- DESCRIPTION OF THE TASK -
Print the material underneath in full, keeping every line exactly as it is.

RECORDS TO PROCESS START

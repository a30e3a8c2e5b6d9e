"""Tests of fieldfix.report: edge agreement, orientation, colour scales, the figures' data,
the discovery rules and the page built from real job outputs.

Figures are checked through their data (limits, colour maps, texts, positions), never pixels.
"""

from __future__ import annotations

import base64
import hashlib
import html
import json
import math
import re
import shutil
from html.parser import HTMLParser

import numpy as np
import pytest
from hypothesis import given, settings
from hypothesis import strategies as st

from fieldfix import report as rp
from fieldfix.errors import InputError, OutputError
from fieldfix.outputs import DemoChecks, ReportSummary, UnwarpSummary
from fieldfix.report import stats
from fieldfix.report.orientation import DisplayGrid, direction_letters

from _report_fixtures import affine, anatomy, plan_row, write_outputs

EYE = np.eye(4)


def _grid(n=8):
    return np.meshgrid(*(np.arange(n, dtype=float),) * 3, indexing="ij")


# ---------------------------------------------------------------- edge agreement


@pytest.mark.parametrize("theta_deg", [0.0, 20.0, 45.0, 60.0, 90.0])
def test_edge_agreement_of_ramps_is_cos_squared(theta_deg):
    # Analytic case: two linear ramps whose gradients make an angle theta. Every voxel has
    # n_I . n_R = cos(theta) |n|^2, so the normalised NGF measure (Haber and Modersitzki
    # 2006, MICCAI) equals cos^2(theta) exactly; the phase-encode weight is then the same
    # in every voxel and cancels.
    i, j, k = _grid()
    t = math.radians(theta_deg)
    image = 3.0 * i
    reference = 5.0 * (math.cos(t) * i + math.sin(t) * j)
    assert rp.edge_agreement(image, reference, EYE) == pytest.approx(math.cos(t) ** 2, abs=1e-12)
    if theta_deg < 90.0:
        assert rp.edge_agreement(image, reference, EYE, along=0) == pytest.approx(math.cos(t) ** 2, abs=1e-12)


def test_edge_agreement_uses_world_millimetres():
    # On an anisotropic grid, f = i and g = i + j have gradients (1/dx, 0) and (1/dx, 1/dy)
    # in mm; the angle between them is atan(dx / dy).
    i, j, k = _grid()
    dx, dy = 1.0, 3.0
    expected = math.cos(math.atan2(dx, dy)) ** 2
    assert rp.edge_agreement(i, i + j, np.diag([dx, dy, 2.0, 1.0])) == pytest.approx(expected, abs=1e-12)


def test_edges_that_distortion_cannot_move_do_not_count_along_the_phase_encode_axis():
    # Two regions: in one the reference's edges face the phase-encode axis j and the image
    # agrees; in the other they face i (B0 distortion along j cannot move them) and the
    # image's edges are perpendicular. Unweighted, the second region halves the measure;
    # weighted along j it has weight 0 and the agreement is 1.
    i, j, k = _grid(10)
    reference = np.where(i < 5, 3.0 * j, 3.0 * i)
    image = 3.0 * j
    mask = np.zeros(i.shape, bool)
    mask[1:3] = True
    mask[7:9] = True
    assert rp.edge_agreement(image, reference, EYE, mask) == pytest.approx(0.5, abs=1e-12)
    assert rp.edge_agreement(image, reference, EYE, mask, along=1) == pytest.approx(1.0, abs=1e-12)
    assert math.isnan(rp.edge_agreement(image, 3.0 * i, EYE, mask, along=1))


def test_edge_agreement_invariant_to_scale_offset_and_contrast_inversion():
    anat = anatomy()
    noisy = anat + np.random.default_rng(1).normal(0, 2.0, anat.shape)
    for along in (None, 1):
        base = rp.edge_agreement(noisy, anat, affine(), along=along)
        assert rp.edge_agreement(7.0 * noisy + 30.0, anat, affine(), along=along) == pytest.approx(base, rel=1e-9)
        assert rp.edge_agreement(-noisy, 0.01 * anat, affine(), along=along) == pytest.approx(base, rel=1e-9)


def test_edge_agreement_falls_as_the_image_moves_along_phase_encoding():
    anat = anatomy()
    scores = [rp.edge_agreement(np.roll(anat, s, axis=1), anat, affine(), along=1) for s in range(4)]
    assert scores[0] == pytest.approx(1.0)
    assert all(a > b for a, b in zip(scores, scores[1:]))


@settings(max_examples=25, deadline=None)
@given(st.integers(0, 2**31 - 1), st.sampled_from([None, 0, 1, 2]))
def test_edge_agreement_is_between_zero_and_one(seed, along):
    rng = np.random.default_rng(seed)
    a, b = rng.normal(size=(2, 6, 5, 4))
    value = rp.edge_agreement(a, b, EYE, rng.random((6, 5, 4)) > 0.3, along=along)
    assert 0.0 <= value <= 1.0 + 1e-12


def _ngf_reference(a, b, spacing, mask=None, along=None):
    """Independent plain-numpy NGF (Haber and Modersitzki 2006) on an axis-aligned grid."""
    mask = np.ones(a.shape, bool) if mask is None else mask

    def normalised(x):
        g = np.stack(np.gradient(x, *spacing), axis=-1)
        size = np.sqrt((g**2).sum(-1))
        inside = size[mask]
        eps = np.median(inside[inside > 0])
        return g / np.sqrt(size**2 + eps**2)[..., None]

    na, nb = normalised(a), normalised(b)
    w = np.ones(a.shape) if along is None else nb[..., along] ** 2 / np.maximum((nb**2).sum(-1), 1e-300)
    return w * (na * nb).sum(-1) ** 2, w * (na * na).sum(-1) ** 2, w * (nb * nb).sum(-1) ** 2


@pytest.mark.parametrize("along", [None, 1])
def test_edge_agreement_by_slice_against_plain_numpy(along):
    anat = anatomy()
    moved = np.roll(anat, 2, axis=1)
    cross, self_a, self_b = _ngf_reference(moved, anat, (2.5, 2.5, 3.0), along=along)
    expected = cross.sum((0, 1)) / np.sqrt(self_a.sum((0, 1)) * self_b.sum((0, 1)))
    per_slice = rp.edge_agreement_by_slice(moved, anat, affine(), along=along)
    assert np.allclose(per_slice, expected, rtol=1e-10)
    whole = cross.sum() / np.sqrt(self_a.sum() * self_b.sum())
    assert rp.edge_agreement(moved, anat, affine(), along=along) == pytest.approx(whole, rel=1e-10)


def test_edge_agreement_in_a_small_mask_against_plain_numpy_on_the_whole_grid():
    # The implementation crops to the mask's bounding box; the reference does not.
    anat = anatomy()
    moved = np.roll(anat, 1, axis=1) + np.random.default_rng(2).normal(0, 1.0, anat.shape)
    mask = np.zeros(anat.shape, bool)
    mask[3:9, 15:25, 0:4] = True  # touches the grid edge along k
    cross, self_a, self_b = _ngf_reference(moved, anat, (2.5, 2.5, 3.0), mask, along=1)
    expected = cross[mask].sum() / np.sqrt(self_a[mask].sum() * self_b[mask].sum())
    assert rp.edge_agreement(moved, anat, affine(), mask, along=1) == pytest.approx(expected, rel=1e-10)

RECORDS TO PROCESS END

- ANSWER TO THIS EXERCISE -
repository a30e3a8c2e5b6d9e
"""Tests of fieldfix.report: edge agreement, orientation, colour scales, the figures' data,
the discovery rules and the page built from real job outputs.

Figures are checked through their data (limits, colour maps, texts, positions), never pixels.
"""

from __future__ import annotations

import base64
import hashlib
import html
import json
import math
import re
import shutil
from html.parser import HTMLParser

import numpy as np
import pytest
from hypothesis import given, settings
from hypothesis import strategies as st

from fieldfix import report as rp
from fieldfix.errors import InputError, OutputError
from fieldfix.outputs import DemoChecks, ReportSummary, UnwarpSummary
from fieldfix.report import stats
from fieldfix.report.orientation import DisplayGrid, direction_letters

from _report_fixtures import affine, anatomy, plan_row, write_outputs

EYE = np.eye(4)


def _grid(n=8):
    return np.meshgrid(*(np.arange(n, dtype=float),) * 3, indexing="ij")


# ---------------------------------------------------------------- edge agreement


@pytest.mark.parametrize("theta_deg", [0.0, 20.0, 45.0, 60.0, 90.0])
def test_edge_agreement_of_ramps_is_cos_squared(theta_deg):
    # Analytic case: two linear ramps whose gradients make an angle theta. Every voxel has
    # n_I . n_R = cos(theta) |n|^2, so the normalised NGF measure (Haber and Modersitzki
    # 2006, MICCAI) equals cos^2(theta) exactly; the phase-encode weight is then the same
    # in every voxel and cancels.
    i, j, k = _grid()
    t = math.radians(theta_deg)
    image = 3.0 * i
    reference = 5.0 * (math.cos(t) * i + math.sin(t) * j)
    assert rp.edge_agreement(image, reference, EYE) == pytest.approx(math.cos(t) ** 2, abs=1e-12)
    if theta_deg < 90.0:
        assert rp.edge_agreement(image, reference, EYE, along=0) == pytest.approx(math.cos(t) ** 2, abs=1e-12)


def test_edge_agreement_uses_world_millimetres():
    # On an anisotropic grid, f = i and g = i + j have gradients (1/dx, 0) and (1/dx, 1/dy)
    # in mm; the angle between them is atan(dx / dy).
    i, j, k = _grid()
    dx, dy = 1.0, 3.0
    expected = math.cos(math.atan2(dx, dy)) ** 2
    assert rp.edge_agreement(i, i + j, np.diag([dx, dy, 2.0, 1.0])) == pytest.approx(expected, abs=1e-12)


def test_edges_that_distortion_cannot_move_do_not_count_along_the_phase_encode_axis():
    # Two regions: in one the reference's edges face the phase-encode axis j and the image
    # agrees; in the other they face i (B0 distortion along j cannot move them) and the
    # image's edges are perpendicular. Unweighted, the second region halves the measure;
    # weighted along j it has weight 0 and the agreement is 1.
    i, j, k = _grid(10)
    reference = np.where(i < 5, 3.0 * j, 3.0 * i)
    image = 3.0 * j
    mask = np.zeros(i.shape, bool)
    mask[1:3] = True
    mask[7:9] = True
    assert rp.edge_agreement(image, reference, EYE, mask) == pytest.approx(0.5, abs=1e-12)
    assert rp.edge_agreement(image, reference, EYE, mask, along=1) == pytest.approx(1.0, abs=1e-12)
    assert math.isnan(rp.edge_agreement(image, 3.0 * i, EYE, mask, along=1))


def test_edge_agreement_invariant_to_scale_offset_and_contrast_inversion():
    anat = anatomy()
    noisy = anat + np.random.default_rng(1).normal(0, 2.0, anat.shape)
    for along in (None, 1):
        base = rp.edge_agreement(noisy, anat, affine(), along=along)
        assert rp.edge_agreement(7.0 * noisy + 30.0, anat, affine(), along=along) == pytest.approx(base, rel=1e-9)
        assert rp.edge_agreement(-noisy, 0.01 * anat, affine(), along=along) == pytest.approx(base, rel=1e-9)


def test_edge_agreement_falls_as_the_image_moves_along_phase_encoding():
    anat = anatomy()
    scores = [rp.edge_agreement(np.roll(anat, s, axis=1), anat, affine(), along=1) for s in range(4)]
    assert scores[0] == pytest.approx(1.0)
    assert all(a > b for a, b in zip(scores, scores[1:]))


@settings(max_examples=25, deadline=None)
@given(st.integers(0, 2**31 - 1), st.sampled_from([None, 0, 1, 2]))
def test_edge_agreement_is_between_zero_and_one(seed, along):
    rng = np.random.default_rng(seed)
    a, b = rng.normal(size=(2, 6, 5, 4))
    value = rp.edge_agreement(a, b, EYE, rng.random((6, 5, 4)) > 0.3, along=along)
    assert 0.0 <= value <= 1.0 + 1e-12


def _ngf_reference(a, b, spacing, mask=None, along=None):
    """Independent plain-numpy NGF (Haber and Modersitzki 2006) on an axis-aligned grid."""
    mask = np.ones(a.shape, bool) if mask is None else mask

    def normalised(x):
        g = np.stack(np.gradient(x, *spacing), axis=-1)
        size = np.sqrt((g**2).sum(-1))
        inside = size[mask]
        eps = np.median(inside[inside > 0])
        return g / np.sqrt(size**2 + eps**2)[..., None]

    na, nb = normalised(a), normalised(b)
    w = np.ones(a.shape) if along is None else nb[..., along] ** 2 / np.maximum((nb**2).sum(-1), 1e-300)
    return w * (na * nb).sum(-1) ** 2, w * (na * na).sum(-1) ** 2, w * (nb * nb).sum(-1) ** 2


@pytest.mark.parametrize("along", [None, 1])
def test_edge_agreement_by_slice_against_plain_numpy(along):
    anat = anatomy()
    moved = np.roll(anat, 2, axis=1)
    cross, self_a, self_b = _ngf_reference(moved, anat, (2.5, 2.5, 3.0), along=along)
    expected = cross.sum((0, 1)) / np.sqrt(self_a.sum((0, 1)) * self_b.sum((0, 1)))
    per_slice = rp.edge_agreement_by_slice(moved, anat, affine(), along=along)
    assert np.allclose(per_slice, expected, rtol=1e-10)
    whole = cross.sum() / np.sqrt(self_a.sum() * self_b.sum())
    assert rp.edge_agreement(moved, anat, affine(), along=along) == pytest.approx(whole, rel=1e-10)


def test_edge_agreement_in_a_small_mask_against_plain_numpy_on_the_whole_grid():
    # The implementation crops to the mask's bounding box; the reference does not.
    anat = anatomy()
    moved = np.roll(anat, 1, axis=1) + np.random.default_rng(2).normal(0, 1.0, anat.shape)
    mask = np.zeros(anat.shape, bool)
    mask[3:9, 15:25, 0:4] = True  # touches the grid edge along k
    cross, self_a, self_b = _ngf_reference(moved, anat, (2.5, 2.5, 3.0), mask, along=1)
    expected = cross[mask].sum() / np.sqrt(self_a[mask].sum() * self_b[mask].sum())
    assert rp.edge_agreement(moved, anat, affine(), mask, along=1) == pytest.approx(expected, rel=1e-10)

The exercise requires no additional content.